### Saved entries
⁂

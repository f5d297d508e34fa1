/**
 * Run-to-run spread (repeatability): how far a stage's own runs differ from each other, overall and
 * per rpm band. A gain no larger than the spread is "within run-to-run spread".
 */
import type { ComparisonOptions, StageRepeatability } from '@shared/schemas/comparison';
import { type ComparisonFigures, compareCurves, repeatability } from '@shared/analysis/compare';
import { isAnalysisError } from '@shared/analysis/errors';
import { r4 } from './labels';
import { prepare } from './prepare';
import { DEFAULT_BAND_WIDTH, MAX_STAGE_RUNS, type EngineRun, type Prepared } from './types';

export interface StageSpread {
  info: StageRepeatability;
  /** Band spread keyed by the band's aligned start rpm. */
  bands: Map<number, number>;
}

/** The larger of two known spreads (null when neither is known). */
export function maxKnown(a: number | null | undefined, b: number | null | undefined): number | null {
  const known = [a, b].filter((v): v is number => typeof v === 'number');
  return known.length ? Math.max(...known) : null;
}

/** Whether a gain is no larger than the spread (null when the spread is unknown). */
export const within = (gain: number, spread: number | null) => (spread === null ? null : Math.abs(gain) <= spread);

/** Start rpm of the band of width `width` that `from` falls in (bands of different runs line up on it). */
export const bandKey = (from: number, width: number) => Math.floor(from / width) * width;

/**
 * Run-to-run spread of each stage with 2+ ready runs. `runs` are the candidate runs, newest first;
 * the newest {@link MAX_STAGE_RUNS} ready runs of a stage count. Runs already prepared with the same
 * options (`known`) are reused. The average-power spread is the range of each run's average power
 * gain over the stage's newest run (which counts as 0); band spreads likewise per band.
 */
export function stageSpreads(runs: EngineRun[], stageIds: string[], options: ComparisonOptions, known: Map<string, Prepared>): Map<string, StageSpread> {
  const out = new Map<string, StageSpread>();
  if (!stageIds.length) return out;
  const width = options.bandWidthRpm ?? DEFAULT_BAND_WIDTH;
  for (const stageId of stageIds) {
    const prepared = runs
      .filter((r) => r.status === 'ready' && r.stage?.id === stageId && r.curve)
      .slice(0, MAX_STAGE_RUNS)
      .map((r) => known.get(r.id) ?? prepare(r, options));
    if (prepared.length < 2) continue;
    let rep;
    try {
      rep = repeatability(prepared.map((p) => p.curve));
    } catch (e) {
      if (isAnalysisError(e)) continue;
      throw e;
    }
    const first = prepared[0];
    const avgs = [0];
    const bandValues = new Map<number, number[]>();
    for (const other of prepared.slice(1)) {
      let f: ComparisonFigures;
      try {
        f = compareCurves(first.curve, other.curve, { bandWidthRpm: width, rpmRange: options.rpmRange });
      } catch (e) {
        if (isAnalysisError(e)) continue;
        throw e;
      }
      avgs.push(f.averagePowerGainHp);
      for (const b of f.bands) {
        const key = bandKey(b.from, width);
        const v = bandValues.get(key) ?? [0];
        v.push(b.averagePowerGainHp);
        bandValues.set(key, v);
      }
    }
    const range = (v: number[]) => Math.max(...v) - Math.min(...v);
    out.set(stageId, {
      info: {
        stageId,
        stageName: first.run.stage!.name,
        bikeId: first.run.bike.id,
        runIds: prepared.map((p) => p.run.id),
        runs: rep.runs,
        peakPowerSpreadHp: r4(rep.peakPowerSpreadHp),
        peakTorqueSpreadLbft: r4(rep.peakTorqueSpreadLbft),
        averagePowerSpreadHp: r4(range(avgs)),
        largestDeviationHp: r4(rep.largestDeviationHp),
        largestDeviationRpm: rep.largestDeviationRpm,
      },
      bands: new Map([...bandValues].map(([k, v]) => [k, range(v)])),
    });
  }
  return out;
}
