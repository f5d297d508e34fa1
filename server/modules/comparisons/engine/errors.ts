import type { ApiErrorCode } from '@shared/errors';

/**
 * The one error the comparison engine throws for bad input (a run without a curve, two runs with no
 * common range). Use cases turn it into an HTTP answer (422) with the same code, message and details.
 */
export class ComparisonEngineError extends Error {
  constructor(
    readonly code: ApiErrorCode,
    message: string,
    readonly details?: Record<string, unknown>,
  ) {
    super(message);
    this.name = 'ComparisonEngineError';
  }
}

export const isComparisonEngineError = (e: unknown): e is ComparisonEngineError => e instanceof ComparisonEngineError;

⁂

### WORK REQUEST
The word to find is "newest". Copy every line of the records that holds it.

### TASK RESPONSE
 * Run-to-run spread of each stage with 2+ ready runs. `runs` are the candidate runs, newest first;
 * the newest {@link MAX_STAGE_RUNS} ready runs of a stage count. Runs already prepared with the same
 * gain over the stage's newest run (which counts as 0); band spreads likewise per band.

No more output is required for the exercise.